[EXERCISE OBJECTIVE] Set down exactly, from the records below, the line with "filename test/editor/suite/reviewTests.ts" through the line with "await hinted(document, /^≈ time", and nothing else.

········

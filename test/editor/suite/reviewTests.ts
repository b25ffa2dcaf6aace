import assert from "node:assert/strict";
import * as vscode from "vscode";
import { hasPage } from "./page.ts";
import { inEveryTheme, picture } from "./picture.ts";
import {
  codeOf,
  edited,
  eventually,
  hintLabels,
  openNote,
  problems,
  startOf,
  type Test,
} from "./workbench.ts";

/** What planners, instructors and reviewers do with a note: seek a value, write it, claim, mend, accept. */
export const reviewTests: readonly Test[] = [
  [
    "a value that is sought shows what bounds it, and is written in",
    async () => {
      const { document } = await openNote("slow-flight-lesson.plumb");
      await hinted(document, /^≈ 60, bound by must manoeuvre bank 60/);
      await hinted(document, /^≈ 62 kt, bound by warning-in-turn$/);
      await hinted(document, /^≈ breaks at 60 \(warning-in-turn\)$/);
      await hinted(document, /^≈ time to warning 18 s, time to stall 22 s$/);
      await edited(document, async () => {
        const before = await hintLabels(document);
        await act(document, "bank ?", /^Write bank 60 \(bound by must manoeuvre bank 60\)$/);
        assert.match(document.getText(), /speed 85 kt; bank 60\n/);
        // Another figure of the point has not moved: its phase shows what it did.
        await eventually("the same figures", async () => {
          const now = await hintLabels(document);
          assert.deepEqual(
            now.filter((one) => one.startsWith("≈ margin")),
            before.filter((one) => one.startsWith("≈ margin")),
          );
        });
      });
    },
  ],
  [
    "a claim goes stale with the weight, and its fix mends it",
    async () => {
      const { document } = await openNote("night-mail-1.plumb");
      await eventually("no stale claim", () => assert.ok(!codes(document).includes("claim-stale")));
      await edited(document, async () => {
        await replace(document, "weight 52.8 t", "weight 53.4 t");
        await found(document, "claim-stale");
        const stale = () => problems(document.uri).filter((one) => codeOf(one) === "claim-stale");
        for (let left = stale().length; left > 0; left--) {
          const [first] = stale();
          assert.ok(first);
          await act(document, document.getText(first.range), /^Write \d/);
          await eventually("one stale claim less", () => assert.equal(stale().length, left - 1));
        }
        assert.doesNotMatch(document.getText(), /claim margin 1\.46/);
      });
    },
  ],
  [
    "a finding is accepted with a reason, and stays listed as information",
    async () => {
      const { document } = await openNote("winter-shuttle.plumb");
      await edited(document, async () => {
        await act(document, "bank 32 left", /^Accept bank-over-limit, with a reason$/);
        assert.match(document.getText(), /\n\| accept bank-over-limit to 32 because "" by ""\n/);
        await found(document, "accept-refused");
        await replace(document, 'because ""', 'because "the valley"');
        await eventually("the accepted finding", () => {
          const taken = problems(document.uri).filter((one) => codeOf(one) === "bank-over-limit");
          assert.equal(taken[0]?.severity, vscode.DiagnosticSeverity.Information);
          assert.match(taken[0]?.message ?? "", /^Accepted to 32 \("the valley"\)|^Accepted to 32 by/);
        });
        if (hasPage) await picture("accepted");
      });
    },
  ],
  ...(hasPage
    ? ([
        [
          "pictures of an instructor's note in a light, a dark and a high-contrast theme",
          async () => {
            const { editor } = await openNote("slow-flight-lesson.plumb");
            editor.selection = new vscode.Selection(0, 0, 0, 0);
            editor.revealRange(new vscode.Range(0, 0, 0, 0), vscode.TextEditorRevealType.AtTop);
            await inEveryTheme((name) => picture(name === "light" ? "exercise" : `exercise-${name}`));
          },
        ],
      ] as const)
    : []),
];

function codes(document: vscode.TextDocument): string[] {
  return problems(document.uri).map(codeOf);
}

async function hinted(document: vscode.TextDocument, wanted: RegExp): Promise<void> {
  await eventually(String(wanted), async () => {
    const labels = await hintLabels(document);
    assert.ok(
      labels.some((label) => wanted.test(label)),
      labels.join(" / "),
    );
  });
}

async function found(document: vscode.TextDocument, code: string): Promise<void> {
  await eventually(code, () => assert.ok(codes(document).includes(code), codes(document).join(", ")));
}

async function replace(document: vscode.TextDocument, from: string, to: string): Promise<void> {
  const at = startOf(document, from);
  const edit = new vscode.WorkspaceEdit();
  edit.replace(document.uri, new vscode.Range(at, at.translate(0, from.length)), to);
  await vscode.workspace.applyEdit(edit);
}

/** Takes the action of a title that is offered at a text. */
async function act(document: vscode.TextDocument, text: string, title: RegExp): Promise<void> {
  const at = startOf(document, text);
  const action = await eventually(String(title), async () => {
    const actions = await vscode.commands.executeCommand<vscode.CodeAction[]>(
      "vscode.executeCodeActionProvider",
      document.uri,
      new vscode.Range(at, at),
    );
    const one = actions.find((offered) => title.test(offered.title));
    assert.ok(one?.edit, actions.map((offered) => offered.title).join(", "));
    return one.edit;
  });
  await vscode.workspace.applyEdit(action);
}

········

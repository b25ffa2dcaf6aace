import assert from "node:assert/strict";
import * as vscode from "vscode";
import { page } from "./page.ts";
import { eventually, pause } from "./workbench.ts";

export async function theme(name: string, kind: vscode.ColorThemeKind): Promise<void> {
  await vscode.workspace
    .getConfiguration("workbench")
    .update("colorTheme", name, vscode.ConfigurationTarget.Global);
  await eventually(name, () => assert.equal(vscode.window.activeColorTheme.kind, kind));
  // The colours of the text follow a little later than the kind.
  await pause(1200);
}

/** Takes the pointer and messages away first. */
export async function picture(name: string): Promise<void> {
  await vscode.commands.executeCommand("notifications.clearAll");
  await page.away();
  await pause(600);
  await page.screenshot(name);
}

········

[RESPONSE AREA]
filename test/editor/suite/reviewTests.ts
repository b25ffa2dcaf6aace
import assert from "node:assert/strict";
import * as vscode from "vscode";
import { hasPage } from "./page.ts";
import { inEveryTheme, picture } from "./picture.ts";
import {
  codeOf,
  edited,
  eventually,
  hintLabels,
  openNote,
  problems,
  startOf,
  type Test,
} from "./workbench.ts";

/** What planners, instructors and reviewers do with a note: seek a value, write it, claim, mend, accept. */
export const reviewTests: readonly Test[] = [
  [
    "a value that is sought shows what bounds it, and is written in",
    async () => {
      const { document } = await openNote("slow-flight-lesson.plumb");
      await hinted(document, /^≈ 60, bound by must manoeuvre bank 60/);
      await hinted(document, /^≈ 62 kt, bound by warning-in-turn$/);
      await hinted(document, /^≈ breaks at 60 \(warning-in-turn\)$/);
      await hinted(document, /^≈ time to warning 18 s, time to stall 22 s$/);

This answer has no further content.